Collected data entries:
◆ ◆ ◆ ◆ ◆

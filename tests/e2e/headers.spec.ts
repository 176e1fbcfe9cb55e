import { spawn } from "node:child_process";
import http from "node:http";
import net from "node:net";
import { expect, test, type Page } from "@playwright/test";
import { BenchPage } from "./pages/bench-page";
import { APP_ORIGIN, SAME_ORIGIN } from "./pages/origin";
import { SetsPage } from "./pages/sets-page";
import { DEMO_PASSWORD, SignInPage } from "./pages/sign-in-page";

const CHANNEL = "hydraulic-press/env-node/frame-strain";

/** Everything the browser says about the Content-Security-Policy while the page is used: console lines and violation events. */
function watchCsp(page: Page): string[] {
  const seen: string[] = [];
  page.on("console", (msg) => {
    if (/Content Security Policy|Refused to (execute|load|apply|evaluate|connect|frame)/i.test(msg.text())) seen.push(`console: ${msg.text()}`);
  });
  page.on("pageerror", (err) => {
    if (/Content Security Policy|unsafe-eval/i.test(err.message)) seen.push(`error: ${err.message}`);
  });
  void page.addInitScript(() => {
    document.addEventListener("securitypolicyviolation", (e) => console.error(`Content Security Policy violation: ${e.violatedDirective} ${e.blockedURI}`));
  });
  return seen;
}

test("pages carry a nonce-based CSP and still work in Chromium with no violation: sign-in, the bench, the sets", async ({ page }) => {
  const violations = watchCsp(page);
  const response = await page.goto("/sign-in");
  const headers = response?.headers() ?? {};
  const csp = headers["content-security-policy"] ?? "";
  expect(csp).toMatch(/script-src 'self' 'nonce-[A-Za-z0-9+/=]{20,}' 'strict-dynamic'/);
  expect(csp).toContain("frame-ancestors 'none'");
  expect(csp).toContain("object-src 'none'");
  expect(csp).not.toContain("unsafe-eval");
  expect(csp).toMatch(/connect-src 'self' ws:\/\/127\.0\.0\.1:\d+/);
  expect(headers["x-content-type-options"]).toBe("nosniff");
  expect(headers["referrer-policy"]).toBe("same-origin");
  expect(headers["x-frame-options"]).toBe("DENY");
  const again = (await page.request.get("/sign-in")).headers()["content-security-policy"];
  expect(again).not.toBe(csp);

  await new SignInPage(page).signInAs("engineer");
  const bench = new BenchPage(page);
  await bench.open(CHANNEL);
  const candidate = await bench.addCandidate();
  await bench.closeEditor();
  await bench.expectTraceMoving(candidate);
  await bench.showView("Step");
  await page.screenshot({ path: "/tmp/tapwright-csp-bench.png", fullPage: true });

  const name = `CSP check ${Date.now()}`;
  const { setId } = await SetsPage.createThroughApi(page.request, {
    channel: CHANNEL,
    name,
    spec: { kind: "iir", family: "butterworth", response: "lowpass", order: 4, cutoffHz: 40, sampleRateHz: 1000 },
  });
  const sets = new SetsPage(page);
  await sets.openList();
  await page.getByRole("link", { name }).click();
  await expect(page).toHaveURL(new RegExp(`/sets/${setId}$`));
  await expect(page.getByTestId("set-name")).toHaveText(name);
  await page.screenshot({ path: "/tmp/tapwright-csp-set.png", fullPage: true });
  expect(violations).toEqual([]);
});

test("API answers are not stored, not sniffed and load nothing", async ({ page }) => {
  await new SignInPage(page).signInAs("operator");
  const res = await page.request.get("/api/v1/channels");
  expect(res.status()).toBe(200);
  expect(res.headers()["cache-control"]).toBe("no-store");
  expect(res.headers()["x-content-type-options"]).toBe("nosniff");
  expect(res.headers()["content-security-policy"]).toBe("default-src 'none'; frame-ancestors 'none'");
  const refused = await page.request.get("/api/v1/sets/2147483648");
  expect(refused.status()).toBe(400);
  expect(refused.headers()["cache-control"]).toBe("no-store");
});

function freePort(): Promise<number> {
  return new Promise((resolve, reject) => {
    const server = net.createServer();
    server.once("error", reject);
    server.listen(0, "127.0.0.1", () => {
      const { port } = server.address() as net.AddressInfo;
      server.close(() => resolve(port));
    });
  });
}

test("a page on another origin of the same host cannot change anything with the engineer's cookie", async ({ page }) => {
  await new SignInPage(page).signInAs("engineer");
  const port = await freePort();
  const attacker = http.createServer((_req, res) => res.writeHead(200, { "content-type": "text/html" }).end("<!doctype html><title>elsewhere</title>"));
  await new Promise<void>((resolve) => attacker.listen(port, "127.0.0.1", resolve));
  try {
    await page.goto(`http://127.0.0.1:${port}/`);
    const name = `Cross-site ${Date.now()}`;
    const body = JSON.stringify({ channel: CHANNEL, name, spec: { kind: "biquad", shape: "lowpass", centerHz: 50, q: 0.7, sampleRateHz: 1000 } });
    await page.evaluate(
      ([url, text]) => fetch(url, { method: "POST", mode: "no-cors", credentials: "include", headers: { "content-type": "text/plain" }, body: text }),
      [`${APP_ORIGIN}/api/v1/sets`, body] as const,
    );
    const direct = await page.request.post("/api/v1/sets", { data: body, headers: { "content-type": "text/plain", origin: `http://127.0.0.1:${port}` } });
    expect(direct.status()).toBe(403);
    expect((await direct.json()).error.message).toMatch(/Cross-site request refused/);
    const list = await (await page.request.get(`/api/v1/sets?q=${encodeURIComponent(name)}`)).json();
    expect(list.total ?? list.items?.length ?? 0).toBe(0);
  } finally {
    attacker.close();
  }
});

test("the session cookie is Secure when the app is served over HTTPS (APP_URL https)", async ({ request }) => {
  const port = await freePort();
  const child = spawn("node", ["--import", "tsx", "server/run/web.ts"], {
    env: { ...process.env, NODE_ENV: "production", HOST: "127.0.0.1", PORT: String(port), APP_URL: "https://tapwright.example" },
    stdio: "ignore",
  });
  try {
    const origin = `http://127.0.0.1:${port}`;
    let up = false;
    for (let i = 0; i < 120 && !up; i++) {
      up = Boolean(await request.get(`${origin}/api/health`).catch(() => undefined));
      if (!up) await new Promise((r) => setTimeout(r, 250));
    }
    const res = await request.post(`${origin}/api/auth/login`, {
      data: { email: "operator@tapwright.test", password: DEMO_PASSWORD },
      headers: { origin: "https://tapwright.example", "x-forwarded-for": "198.51.100.7" },
    });
    expect(res.status()).toBe(200);
    const cookies = res.headersArray().filter((h) => h.name.toLowerCase() === "set-cookie").map((h) => h.value);
    expect(cookies.find((c) => c.startsWith("tapwright_session="))).toMatch(/;\s*Secure/i);
    expect((await request.get(`${origin}/sign-in`)).headers()["strict-transport-security"]).toMatch(/max-age=\d+/);
  } finally {
    child.kill("SIGTERM");
  }
});

test("a same-origin API call still works (the app's own pages)", async ({ page }) => {
  await new SignInPage(page).signInAs("engineer");
  const res = await page.request.post("/api/v1/sets", {
    headers: SAME_ORIGIN,
    data: { channel: CHANNEL, name: `Same origin ${Date.now()}`, spec: { kind: "biquad", shape: "lowpass", centerHz: 50, q: 0.7, sampleRateHz: 1000 } },
  });
  expect(res.status()).toBe(201);
});
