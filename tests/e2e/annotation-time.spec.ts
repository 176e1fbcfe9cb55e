import { expect, test } from "@playwright/test";
import { AlarmsPage } from "./pages/alarms-page";
import { SignInPage } from "./pages/sign-in-page";

// A browser five hours behind UTC: what is typed and what is listed are both UTC, as every time in the app.
test.use({ timezoneId: "America/New_York" });

test("an annotation typed at a UTC time is listed at that time by a browser in another zone", async ({ page }) => {
  await new SignInPage(page).signInAs("operator");
  const alarms = new AlarmsPage(page);
  await alarms.open();
  expect(await page.evaluate(() => new Date(Date.UTC(2026, 11, 3, 10)).getHours())).toBe(5);

  const note = `Valve swap at a typed time ${Date.now().toString(36)}`;
  const form = page.getByRole("form", { name: "Add an annotation" });
  await form.getByLabel("Annotation text").fill(note);
  await form.getByLabel("At (UTC)").fill("2026-12-03T10:15:30");
  await form.getByRole("button", { name: "Add annotation" }).click();
  await expect(form.getByRole("status")).toHaveText("Annotation saved.");

  const found = await alarms.searchAnnotations(note.split(" ").slice(-1)[0]);
  await expect(found).toHaveCount(1);
  await expect(found).toContainText("2026-12-03 10:15:30 UTC");
});
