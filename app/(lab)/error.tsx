"use client";

import { useEffect, useState } from "react";
import { DATABASE_DOWN } from "@/components/shell/database-down";

/**
 * A page failed after the layout drew (the details stay in the server's log). When /api/health says
 * the database is down, that is what the page says; otherwise it offers to try again.
 */
export default function LabError({ reset }: { error: Error; reset: () => void }) {
  const [databaseDown, setDatabaseDown] = useState(false);
  useEffect(() => {
    fetch("/api/health", { cache: "no-store" })
      .then((res) => setDatabaseDown(res.status === 503))
      .catch(() => setDatabaseDown(false));
  }, []);
  return (
    <div role="alert" className="card mx-auto mt-10 max-w-xl p-6">
      <h1 className="text-lg font-semibold">{databaseDown ? DATABASE_DOWN : "This page could not be shown"}</h1>
      <p className="mt-1 text-sm text-slate-600 dark:text-slate-300">
        {databaseDown
          ? "Pages wait until PostgreSQL answers again; the sidecar keeps running the production filters meanwhile."
          : "Something went wrong on the server while drawing it. Try again; if it keeps failing, tell whoever runs Tapwright."}
      </p>
      <button type="button" className="btn-primary mt-4" onClick={reset}>
        Try again
      </button>
    </div>
  );
}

◆ ◆ ◆ ◆ ◆

WORK TO BE COMPLETED
From the records above, print exactly the lines that run from the line with "expect, test, type" to the line with "expect(again).not.toBe(csp);", inclusive.

TASK OUTPUT
import { expect, test, type Page } from "@playwright/test";
import { BenchPage } from "./pages/bench-page";
import { APP_ORIGIN, SAME_ORIGIN } from "./pages/origin";
import { SetsPage } from "./pages/sets-page";
import { DEMO_PASSWORD, SignInPage } from "./pages/sign-in-page";

const CHANNEL = "hydraulic-press/env-node/frame-strain";

/** Everything the browser says about the Content-Security-Policy while the page is used: console lines and violation events. */
function watchCsp(page: Page): string[] {
  const seen: string[] = [];
  page.on("console", (msg) => {
    if (/Content Security Policy|Refused to (execute|load|apply|evaluate|connect|frame)/i.test(msg.text())) seen.push(`console: ${msg.text()}`);
  });
  page.on("pageerror", (err) => {
    if (/Content Security Policy|unsafe-eval/i.test(err.message)) seen.push(`error: ${err.message}`);
  });
  void page.addInitScript(() => {
    document.addEventListener("securitypolicyviolation", (e) => console.error(`Content Security Policy violation: ${e.violatedDirective} ${e.blockedURI}`));
  });
  return seen;
}

test("pages carry a nonce-based CSP and still work in Chromium with no violation: sign-in, the bench, the sets", async ({ page }) => {
  const violations = watchCsp(page);
  const response = await page.goto("/sign-in");
  const headers = response?.headers() ?? {};
  const csp = headers["content-security-policy"] ?? "";
  expect(csp).toMatch(/script-src 'self' 'nonce-[A-Za-z0-9+/=]{20,}' 'strict-dynamic'/);
  expect(csp).toContain("frame-ancestors 'none'");
  expect(csp).toContain("object-src 'none'");
  expect(csp).not.toContain("unsafe-eval");
  expect(csp).toMatch(/connect-src 'self' ws:\/\/127\.0\.0\.1:\d+/);
  expect(headers["x-content-type-options"]).toBe("nosniff");
  expect(headers["referrer-policy"]).toBe("same-origin");
  expect(headers["x-frame-options"]).toBe("DENY");
  const again = (await page.request.get("/sign-in")).headers()["content-security-policy"];
  expect(again).not.toBe(csp);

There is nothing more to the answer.